Loved it. Easy and Excellent Course

par Omri M

Jan 16, 2019

terrific course, good balance of both high and ground level teaching. Good, hands-on experience. I actually appreciate the fact it isn't python or R - this way it's not geared toward a specific crowd

par Panu M

Jan 02, 2019

Very eye-opening for a person with a very little knowledge of the aspects and maths behind machine learning. The exercises were somewhat difficult since it's been 15 years since my last maths class and I really haven't been doing it since. So a lot of effort really needed, but once you've done it, it feels great!

par Praveen K

Jan 18, 2019

This course is very well put together from beginning to the end. The simplicity and approach towards teaching this kind of new and complex subject is amazing. I highly recommend for anyone who would like to get into Machine Learning space.

par Roei B

Jan 18, 2019

10/10. Andrew is an amazing teacher. Thanks!

par Luís R

Jan 17, 2019

The course has an adequate degree of dificulty. It is not easy. But, the subject matter demands for that specific degree of detail if we really like to actually do something with machine learning.

par Miklós L

Jan 15, 2019

Amazing class, great lecturer. A really good introduction and overview of machine learning concepts. It often skips the detailed mathematical background, to make it accessible for a wider audience, but I still found that enough information was given that allowed me to work out these details on my own. A lot of effort was put into creating the programming assignments, they provide a great hands-on experience with machine learning algorithms.

par Anish K A

Feb 22, 2019

Excellent course.
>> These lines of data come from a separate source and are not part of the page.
"""Reading models in MPS, the trade's standard exchange format.

Free and fixed MPS are read (``.gz`` too).  Names are split on blanks
(free MPS); when a file's lines do not split into the expected number of
fields, the file is read again by the fixed-format columns (fields at
columns 2-3, 5-12, 15-22, 25-36, 40-47, 50-61), which allows blanks inside
names.

Sections: NAME, OBJSENSE (MIN/MAX, optional), ROWS, COLUMNS, RHS, RANGES,
BOUNDS, ENDATA.  Conventions, as commonly used (common practice; stated
here so that a reviewer knows exactly how a file was read):

* the first N row is the objective; further N rows are dropped;
* an RHS entry on the objective row gives the objective constant ``-value``;
* RANGES ``R`` on row type L gives ``[rhs - |R|, rhs]``, on G ``[rhs, rhs + |R|]``,
  on E ``[rhs, rhs + R]`` when ``R > 0`` and ``[rhs + R, rhs]`` when ``R < 0``;
* BOUNDS UP, LO, FX, FR, MI, PL.  ``MI`` sets the lower bound to -inf and
  keeps the upper; an ``UP`` with a negative value on a column whose lower
  bound was not set makes the lower bound -inf (and a zero ``UP`` keeps 0);
* only the first RHS, RANGES and BOUNDS set named in the file is used;
* integer markers and BV/LI/UI/SC bounds are refused: exactlp solves linear
  programs, not integer programs.

Every number is read exactly from its decimal text.
"""

from __future__ import annotations

import os
from fractions import Fraction

from ..errors import InputError, LimitError, ModelError, NumberError
from ..limits import DEFAULT_LIMITS, Limits
from ..model import Constraint, Model, Sense, Variable
from ..numbers import parse_number
from .yamltree import read_text

SECTIONS = ("NAME", "OBJSENSE", "OBJSENSE MAX", "ROWS", "COLUMNS", "RHS", "RANGES", "BOUNDS", "ENDATA")
_FIXED_FIELDS = ((1, 3), (4, 12), (14, 22), (24, 36), (39, 47), (49, 61))


class _FieldCount(Exception):
    pass


def _fixed_split(line: str) -> list[str]:
    out = []
    for a, b in _FIXED_FIELDS:
        piece = line[a:b].strip()
        if piece:
            out.append(piece)
        elif line[b:].strip() and (a, b) != _FIXED_FIELDS[0]:
            out.append("")
    while out and out[-1] == "":
        out.pop()
    return out


def read_mps(path: str | os.PathLike, limits: Limits = DEFAULT_LIMITS) -> Model:
    p = os.fspath(path)
    text = read_text(p, limits)
    try:
        return _parse(text, p, limits, fixed=False)
    except _FieldCount:
        return _parse(text, p, limits, fixed=True)


def mps_from_text(text: str, path: str = "<text>", limits: Limits = DEFAULT_LIMITS) -> Model:
    try:
        return _parse(text, path, limits, fixed=False)
    except _FieldCount:
        return _parse(text, path, limits, fixed=True)


def _parse(text: str, path: str, limits: Limits, fixed: bool) -> Model:
    name: str | None = None
    sense = Sense.MINIMIZE
    section: str | None = None
    obj_row: str | None = None
    dropped: set[str] = set()
    row_type: dict[str, str] = {}
    row_order: list[str] = []
    col_order: list[str] = []
    col_index: dict[str, int] = {}
    entries: dict[str, dict[str, Fraction]] = {}  # row -> col -> value
    objective: dict[str, Fraction] = {}
    rhs: dict[str, Fraction] = {}
    ranges: dict[str, Fraction] = {}
    lower: dict[str, Fraction | None] = {}
    upper: dict[str, Fraction | None] = {}
    lower_set: set[str] = set()
    constant = Fraction(0)
    obj_rhs_seen = False
    rhs_set = range_set = bound_set = None
    nonzeros = 0
    ended = False

    def err(msg: str, lineno: int, column: int = 1, field: str | None = None, exc=ModelError):
        return exc(msg, file=path, line=lineno, column=column, field=field or (section or "MPS"))

    def num(tok: str, lineno: int, line: str) -> Fraction:
        try:
            return parse_number(tok, limits)
        except NumberError as e:
            col = line.find(tok) + 1 if tok else 1
            raise err(e.message, lineno, col, exc=NumberError) from None

    for lineno, raw in enumerate(text.splitlines(), 1):
        line = raw.rstrip()
        if not line.strip() or line.lstrip().startswith("*"):
            continue
        if ended:
            raise err("text after ENDATA", lineno)
        if not line[0].isspace():
            head = line.split()
            word = head[0].upper()
            if word == "NAME":
                section = "NAME"
                name = line[4:].strip() or None
                continue
            if word == "OBJSENSE":
                section = "OBJSENSE"
                if len(head) > 1:
                    sense = _sense(head[1], lineno, err)
                continue
            if word in ("ROWS", "COLUMNS", "RHS", "RANGES", "BOUNDS"):
                section = word
                continue
            if word == "ENDATA":
                ended = True
                continue
            if section == "OBJSENSE" and word in ("MAX", "MIN", "MAXIMIZE", "MINIMIZE"):
                sense = _sense(word, lineno, err)
                continue
            raise err(f"unknown section '{head[0]}'", lineno, field="MPS")
        fields = _fixed_split(line) if fixed else line.split()
        if section == "OBJSENSE":
            sense = _sense(fields[0], lineno, err)
        elif section == "ROWS":
            if len(fields) != 2:
                raise _FieldCount if not fixed else err("a ROWS line needs a type and a name", lineno)
            t, r = fields[0].upper(), fields[1]
            if t not in ("N", "L", "G", "E"):
                raise err(f"unknown row type '{fields[0]}' (expected N, L, G or E)", lineno)
            if r in row_type or r == obj_row or r in dropped:
                raise err(f"row '{r}' is declared twice", lineno)
            if t == "N":
                if obj_row is None:
                    obj_row = r
                else:
                    dropped.add(r)
                continue
            row_type[r] = t
            row_order.append(r)
            entries[r] = {}
            if len(row_order) > limits.max_constraints:
                raise err(f"more than the limit of {limits.max_constraints} rows", lineno, exc=LimitError)
        elif section == "COLUMNS":
            if "'MARKER'" in fields or any(f.upper() in ("'INTORG'", "'INTEND'") for f in fields):
                raise err(
                    "integer markers are not supported: exactlp solves linear programs "
                    "(remove the integer markers to solve the relaxation)",
                    lineno,
                )
            if len(fields) not in (3, 5):
                if fixed:
                    raise err("a COLUMNS line needs a column name and one or two row/value pairs", lineno)
                raise _FieldCount
            c = fields[0]
            if c not in col_index:
                col_index[c] = len(col_order)
                col_order.append(c)
                if len(col_order) > limits.max_variables:
                    raise err(f"more than the limit of {limits.max_variables} columns", lineno, exc=LimitError)
            for k in range(1, len(fields), 2):
                r, v = fields[k], num(fields[k + 1], lineno, line)
                # an entry given twice is an error, not summed or overwritten: the
                # file would not say one model (readers differ on such files)
                if r == obj_row:
                    if c in objective:
                        raise err(f"column '{c}' gives the objective row '{r}' a second value", lineno)
                    objective[c] = v
                elif r in dropped:
                    continue
                elif r in entries:
                    row = entries[r]
                    if c in row:
                        raise err(f"column '{c}' gives row '{r}' a second value", lineno)
                    nonzeros += 1
                    if nonzeros > limits.max_nonzeros:
                        raise err(f"more than the limit of {limits.max_nonzeros} nonzeros", lineno, exc=LimitError)
                    row[c] = v
                else:
                    raise err(f"column '{c}' names row '{r}', which ROWS does not declare", lineno)
        elif section in ("RHS", "RANGES"):
            if len(fields) in (2, 4):
                setname, pairs = None, fields
            elif len(fields) in (3, 5):
                setname, pairs = fields[0], fields[1:]
            else:
                if fixed:
                    raise err(f"a {section} line needs row/value pairs", lineno)
                raise _FieldCount
            if section == "RHS":
                if rhs_set is None:
                    rhs_set = setname
                elif setname != rhs_set:
                    continue
            else:
                if range_set is None:
                    range_set = setname
                elif setname != range_set:
                    continue
            for k in range(0, len(pairs), 2):
                r, v = pairs[k], num(pairs[k + 1], lineno, line)
                if section == "RHS":
                    if r == obj_row:
                        if obj_rhs_seen:
                            raise err(f"RHS gives the objective row '{r}' a second value", lineno)
                        obj_rhs_seen = True
                        constant = -v
                    elif r in dropped:
                        continue
                    elif r in row_type:
                        if r in rhs:
                            raise err(f"RHS gives row '{r}' a second value", lineno)
                        rhs[r] = v
                    else:
                        raise err(f"RHS names row '{r}', which ROWS does not declare", lineno)
                else:
                    if r in row_type:
                        if r in ranges:
                            raise err(f"RANGES gives row '{r}' a second value", lineno)
                        ranges[r] = v
                    elif r == obj_row or r in dropped:
                        raise err(f"RANGES cannot apply to the free row '{r}'", lineno)
                    else:
                        raise err(f"RANGES names row '{r}', which ROWS does not declare", lineno)
        elif section == "BOUNDS":
            if not fields:
                continue
            t = fields[0].upper()
            if t in ("BV", "LI", "UI", "SC"):
                raise err(
                    f"bound type {t} makes an integer or semi-continuous variable, which exactlp "
                    f"does not support (it solves linear programs)",
                    lineno,
                )
            if t in ("UP", "LO", "FX"):
                if len(fields) == 4:
                    setname, c, vtext = fields[1], fields[2], fields[3]
                elif len(fields) == 3:
                    setname, c, vtext = None, fields[1], fields[2]
                else:
                    if fixed:
                        raise err(f"a {t} bound needs a column and a value", lineno)
                    raise _FieldCount
            elif t in ("FR", "MI", "PL"):
                if len(fields) == 3:
                    setname, c, vtext = fields[1], fields[2], None
                elif len(fields) == 2:
                    setname, c, vtext = None, fields[1], None
                elif len(fields) == 4:  # a value after FR/MI/PL is ignored by convention
                    setname, c, vtext = fields[1], fields[2], None
                else:
                    if fixed:
                        raise err(f"a {t} bound needs a column", lineno)
                    raise _FieldCount
            else:
                raise err(f"unknown bound type '{fields[0]}'", lineno)
            if bound_set is None:
                bound_set = setname
            elif setname != bound_set:
                continue
            if c not in col_index:
                raise err(f"BOUNDS names column '{c}', which COLUMNS does not declare", lineno)
            if t == "UP":
                v = num(vtext, lineno, line)  # type: ignore[arg-type]
                upper[c] = v
                if v < 0 and c not in lower_set:
                    lower[c] = None
            elif t == "LO":
                lower[c] = num(vtext, lineno, line)  # type: ignore[arg-type]
                lower_set.add(c)
            elif t == "FX":
                v = num(vtext, lineno, line)  # type: ignore[arg-type]
                lower[c] = upper[c] = v
                lower_set.add(c)
            elif t == "FR":
                lower[c] = upper[c] = None
                lower_set.add(c)
            elif t == "MI":
                lower[c] = None
                lower_set.add(c)
            elif t == "PL":
                upper[c] = None
        elif section == "NAME":
            raise err("unexpected data in the NAME section", lineno)
        else:
            raise err("data before the first section (ROWS, COLUMNS, ...)", lineno, field="MPS")
    if obj_row is None and not row_order and not col_order:
        raise InputError("no MPS sections found: is this an MPS file?", file=path)
    if not ended:
        raise InputError("the file ends without ENDATA (truncated?)", file=path, field="MPS")

    variables = tuple(
        Variable(c, lower.get(c, Fraction(0)), upper.get(c)) for c in col_order
    )
    constraints = []
    for r in row_order:
        t = row_type[r]
        b = rhs.get(r, Fraction(0))
        lo: Fraction | None
        hi: Fraction | None
        if t == "L":
            lo, hi = None, b
        elif t == "G":
            lo, hi = b, None
        else:
            lo, hi = b, b
        if r in ranges:
            R = ranges[r]
            if t == "L":
                lo = b - abs(R)
            elif t == "G":
                hi = b + abs(R)
            elif R > 0:
                hi = b + R
            elif R < 0:
                lo = b + R
        row = entries[r]
        terms = tuple(
            (c, row[c]) for c in sorted(row, key=col_index.__getitem__) if row[c] != 0
        )
        constraints.append(Constraint(r, terms, lo, hi))
    obj = tuple((c, objective[c]) for c in sorted(objective, key=col_index.__getitem__) if objective[c] != 0)
    return Model(
        sense=sense,
        objective=obj,
        variables=variables,
        constraints=tuple(constraints),
        objective_constant=constant,
        name=name,
        source=path,
    )


def _sense(word: str, lineno: int, err) -> Sense:
    w = word.upper()
    if w in ("MAX", "MAXIMIZE"):
        return Sense.MAXIMIZE
    if w in ("MIN", "MINIMIZE"):
        return Sense.MINIMIZE
    raise err(f"OBJSENSE must be MIN or MAX, not '{word}'", lineno)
I am not an expert in mathematics, but this course gives me a very good understanding of ML and algorithms.

par Zheng Y

Feb 23, 2019

The course is very well structured for me, a student who has some understanding of machine learning but would like to get a systematic introduction of the subject.

The course strikes a balance between depth and breadth. The amount of math and equations are just right. Prof. Ng did a good job stimulating the students' curiosity to dive deeper. And for those who want to get practical and hands-on, this course contains enough tools for machine learning practitioners.

I would recommend this course to anyone who is interested in machine learning but do not know where to start.